Rodrigo de Olivera

Personal information
- Full name: Rodrigo de Olivera Donado
- Date of birth: 20 December 1994 (age 31)
- Place of birth: Montevideo, Uruguay
- Height: 1.80 m (5 ft 11 in)
- Position: Forward

Team information
- Current team: Motagua
- Number: 19

Senior career*
- Years: Team / Apps / (Gls)
- 2012–2015: Danubio / 2 / (1)
- 2016–2018: Montevideo Wanderers / 20 / (3)
- 2017: Villa Española / 10 / (1)
- 2017: Cerrito / 15 / (2)
- 2018–2019: Tacuarembó / 18 / (5)
- 2019–2023: Central Español / 18 / (3)
- 2020: Montevideo City Torque / 5 / (0)
- 2021–2022: Barnechea / 24 / (3)
- 2023–2025: Juticalpa / 35 / (8)
- 2025: Olancho / 24 / (19)
- 2026–: Motagua / 18 / (9)

= Rodrigo de Olivera =

Urugayan footballer (born 1994)

Rodrigo de Olivera Donado (born 20 December 1994) is a Uruguayan professional footballer who plays as a forward for Liga Nacional club Motagua.

== Career ==
De Olivera developed at the Danubio academy before playing for Montevideo Wanderers and Montevideo City Torque. He left Montevideo City Torque for Chilean club Barnechea in 2021.

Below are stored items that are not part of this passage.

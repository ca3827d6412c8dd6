package sketch

import (
	"bytes"
	"cmp"
	"encoding/json"
	"errors"
	"fmt"
	"io"
	"math"
	"reflect"
	"slices"
	"strconv"
	"strings"

	"plumb/density"
	"plumb/geom"
	"plumb/sketch/letter"
)

// FormatName and FormatVersion identify the part file format that Save writes and Load reads.
//
// A part file is one JSON object:
//
//	{
//	  "format": "plumb-part",
//	  "version": 2,
//	  "name": "bakery blade sign",
//	  "units": "mm",
//	  "material": {"material": "aluminium 5052", "thickness": "3 mm"},
//	  "outline": {"rule": "nonzero", "loops": [{"segments": [ ... ]}]},
//	  "cutouts": [{"rule": "nonzero", "loops": [ ... ]}],
//	  "overlays": [{"name": "doubler", "material": { ... }, "region": { ... }}],
//	  "holes": [{"at": [300, 410], "diameter": 8}],
//	  "texts": [{"text": "OPEN", "font": "go-bold", "height": 120, "at": [100, 50], "angle_deg": 0,
//	             "spacing": 0, "role": "cutout", "stencil": {"width": 4, "count": 1}}],
//	  "notes": "free text",
//	  "shape_error": 0.42
//	}
//
// "format" and "version" are required; a file with a newer version than FormatVersion is refused.
// Version 1 files (the same format without "texts") are read as they are; Save writes version 2.
// "shape_error" (square document units, at least zero, absent when 0) is Document.ShapeError: the
// area by which a drawing read from SVG or DXF may differ from the segments kept, where the reader
// had to approximate curves. It stays with the part, so that a part saved and opened again still
// says how far its figures may be off the drawing.
// Unknown keys are errors (they are usually misspellings). "units" is a length unit ("mm" when
// absent). A material is either {"material", "thickness"} or {"formula", "unit", "params"},
// optionally with "custom" materials ({"key", "name", "density", "areal", "approx", "gauge_system",
// "source"}: density in kg/m³, or for an areal material in kg/m² per mm of thickness); it may be left
// out, and is then given when the part is analysed. A hole's diameter 0 is a pin. A region has a fill
// rule ("nonzero", the default, or "evenodd") and closed loops. A loop lists its segments in order,
// each with its own end points, so every segment reads on its own:
//
//	{"line": [[0, 0], [120, 0]]}                          from, to
//	{"quad": [[0, 0], [60, 40], [120, 0]]}                from, control, to
//	{"cubic": [[0, 0], [40, 40], [80, 40], [120, 0]]}     from, two controls, to
//	{"arc": {"center": [0, 0], "radius": 50, "start_deg": 0, "sweep_deg": 90}}
//	{"arc": {"center": [0, 0], "rx": 60, "ry": 30, "rotation_deg": 15, "start_deg": 0, "sweep_deg": -90}}
//
// An arc is the curve center + Rot(rotation)·(rx cos θ, ry sin θ) for θ from start to start+sweep,
// angles counter-clockwise (y up). A circular arc gives "radius"; an elliptical one gives "rx", "ry"
// and "rotation_deg". Angles are given in degrees ("_deg") or, where a value in degrees would not read
// back to the same number, in radians ("_rad"); Save picks degrees whenever they are exact. "from" and
// "to" are the arc's end points where they differ in the last digits from the ones the centre form
// gives (Save writes them only then, as after an SVG arc): they must lie on the arc to within 1e-9 of
// its size, and they are kept exactly so that consecutive segments join without a gap. Hand-written
// files leave them out.
//
// A text is one line of lettering kept as text: "text" (printable characters), "font" (one of
// go-regular, go-bold, go-italic, go-mono; go-regular when absent),
// "height" (the height of the font's capital H, in the document unit), "at" (the left end of the
// baseline), "angle_deg" (the baseline's direction, counter-clockwise; 0 when absent), "spacing" (extra
// space after each letter, negative to tighten; 0 when absent) and "role": "cutout" (the default: cut
// out of the part), "added" (welded or bonded on, like an overlay, with its own optional "material",
// else the part's) or "separate" (cut from the same sheet as pieces of their own). Lettering cut out
// may take "stencil": {"width", "count"}: count bridges (1 to 4, default 1: up, down, left, right) of
// the given width across the stroke around every counter, so that the counters stay attached.
const (
	FormatName    = "plumb-part"
	FormatVersion = 2
)

// arcEndTol is the largest distance, relative to the arc's reach (|centre| + radius), between an
// arc's stated "from" or "to" and the point its centre form gives: points computed in double precision
// agree to about 1e-15 of that, and geom's region check allows 1e-9 of the drawing's size.
const arcEndTol = 1e-9

// MaxPartBytes is the largest part file Load reads: 16 MiB, the SVG reader's limit too, is some
// hundred thousand segments, far beyond any sheet part.
const MaxPartBytes = 16 << 20
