func TestWindingNumbers(t *testing.T) {
	square := RectLoop(Pt(0, 0), Pt(2, 2))
	cases := []struct {
		name string
		r    Region
		p    Point
		want int
	}{
		{"inside a counter-clockwise square", Region{Loops: []Loop{square}}, Pt(1, 1), 1},
		{"inside a clockwise square", Region{Loops: []Loop{square.Reverse()}}, Pt(1, 1), -1},
		{"outside a square", Region{Loops: []Loop{square}}, Pt(3, 1), 0},
		{"left of a square", Region{Loops: []Loop{square}}, Pt(-1, 1), 0},
		{"ray through two vertices", Region{Loops: []Loop{square}}, Pt(-1, 0), 0},
		{"ray through a diamond's vertex", Region{Loops: []Loop{Polygon(Pt(1, 0), Pt(2, 1), Pt(1, 2), Pt(0, 1))}}, Pt(0.5, 1), 1},
		{"twice around", Region{Loops: []Loop{square, square}}, Pt(1, 1), 2},
		{"inside a circle", Disk(Pt(1, 1), 1), Pt(1.5, 1.8), 1},
		{"outside a circle near its edge", Disk(Pt(1, 1), 1), Pt(1.71, 1.71), 0},
		{"inside a circle near its edge", Disk(Pt(1, 1), 1), Pt(1.70, 1.70), 1},
		{"ray along a circle's top tangent", Disk(Pt(0, 0), 1), Pt(-2, 1), 0},
		{"rotated ellipse", Region{Loops: []Loop{{EllipticalArc(Pt(0, 0), 3, 1, math.Pi/4, 0, 2*math.Pi)}}}, Pt(1.5, 1.5), 1},
		{"off a rotated ellipse", Region{Loops: []Loop{{EllipticalArc(Pt(0, 0), 3, 1, math.Pi/4, 0, 2*math.Pi)}}}, Pt(1.5, -1.5), 0},
		{"inside a cubic loop", Region{Loops: []Loop{teardrop()}}, Pt(0, 2), 1},
		{"below a cubic loop", Region{Loops: []Loop{teardrop()}}, Pt(0, -0.5), 0},
		{"pentagram centre", Region{Loops: []Loop{pentagram(1)}}, Pt(0, 0), 2},
		{"pentagram point", Region{Loops: []Loop{pentagram(1)}}, Pt(0, 0.8), 1},
	}
	for _, c := range cases {
		if got := c.r.Winding(c.p); got != c.want {
			t.Errorf("%s: winding %d, want %d", c.name, got, c.want)
		}
	}
}
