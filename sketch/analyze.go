package sketch

import (
	"errors"
	"fmt"
	"maps"
	"math"
	"reflect"
	"slices"
	"strings"

	"plumb/density"
	"plumb/geom"
)

// AnalyzeOptions tune the integration of densities that are not polynomials, and pace long work.
type AnalyzeOptions struct {
	Tol      float64 // requested relative accuracy; 0 means geom's default (1e-10)
	MaxEvals int     // work limit in density evaluations per region; 0 means geom's default
	// Pace, when not nil, is called every few milliseconds of work on a large part (between steps
	// of combining the regions, splitting the pieces, searching hole positions), so that a program
	// with one thread can draw and take input meanwhile. When it returns an error, the analysis
	// stops and returns that error.
	Pace func() error
}

// pace calls opt.Pace, if any.
func (opt AnalyzeOptions) pace() error {
	if opt.Pace == nil {
		return nil
	}
	return opt.Pace()
}

// Analysis holds the mass properties of a part. Lengths are in the document unit, masses in kg.
type Analysis struct {
	Area, Mass, WeightN, WeightLbf float64
	Centroid                       geom.Point
	Origin                         geom.Moments // mass moments about the document origin (kg, kg·unit, kg·unit²)
	Ixx, Iyy, Ixy                  float64      // about the centroid, kg·unit²
	I1, I2, AngleDeg               float64      // central principal moments; axis of I1 from +x, degrees in (−90, 90]
	Kx, Ky                         float64      // radii of gyration, sqrt(Ixx/Mass), sqrt(Iyy/Mass)
	RelErr                         float64      // estimated relative error of the integrals (0 when exact)
	// NoMaterial is set when the part has no base material: the moments are then those of the shape
	// itself, per unit areal density (density 1 per square document unit), so Mass equals Area, the
	// second moments are in unit⁴, WeightN and WeightLbf are 0, and a warning says how to add one.
	NoMaterial bool
	LimitHit   bool     // the work limit stopped refinement before Tol was met
	Materials  []string // the base density, then each overlay's, described for reports
	Warnings   []string
	Cautions   []string
	Body       geom.Boundary // the material of the part (outline minus cut-outs)
	// Pieces are the connected pieces of material that come off the table after cutting, largest area
	// first: one when the part holds together.
	Pieces []Piece

	// layers are the material and each overlay's material on the part, with their densities, in the
	// order they were integrated: Pieces splits them.
	layers []layer

	// poly is the one polynomial density of all the material, or nil when the density is not a
	// polynomial or overlays add their own: with it, a hole inside the material removes exactly the
	// moments of its disk (withHole).
	poly *localPoly
	// shapeRel is the reader's shape error relative to the area, a part of RelErr.
	shapeRel float64
	// shape is what the analysis found of the part's shape alone: an analysis of the same shape in
	// another material takes it instead of finding it again (Reanalyze).
	shape *shapeFacts
}

// shapeFacts are the results of an analysis that depend on the part's shape only, not on its
// material. They are not changed once the analysis that found them has returned.
type shapeFacts struct {
	warnings []string        // about the regions and repeated loops, in the order Analyze gives them
	body     geom.Boundary   // the material: the outline minus cut-outs and cut-out lettering
	moments  geom.Moments    // the body's area moments (density 1)
	comps    []geom.Boundary // the body's connected pieces, largest first
}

De Olivera moved to Juticalpa of Honduras in 2023, then playing in the second-tier Liga de Ascenso. He helped Juticalpa avoid relegation from the Liga Nacional and, after being released by the club, joined league rivals Olancho in May 2025. For Olancho, he scored 19 goals in the 2025 Apertura of the Liga Nacional, breaking a 56-year-old record for goals scored by a foreign player in a split season of the Honduran league and equalling the record for goals scored by any player in the same setting. In January 2026 Motagua announced the signing of De Olivera.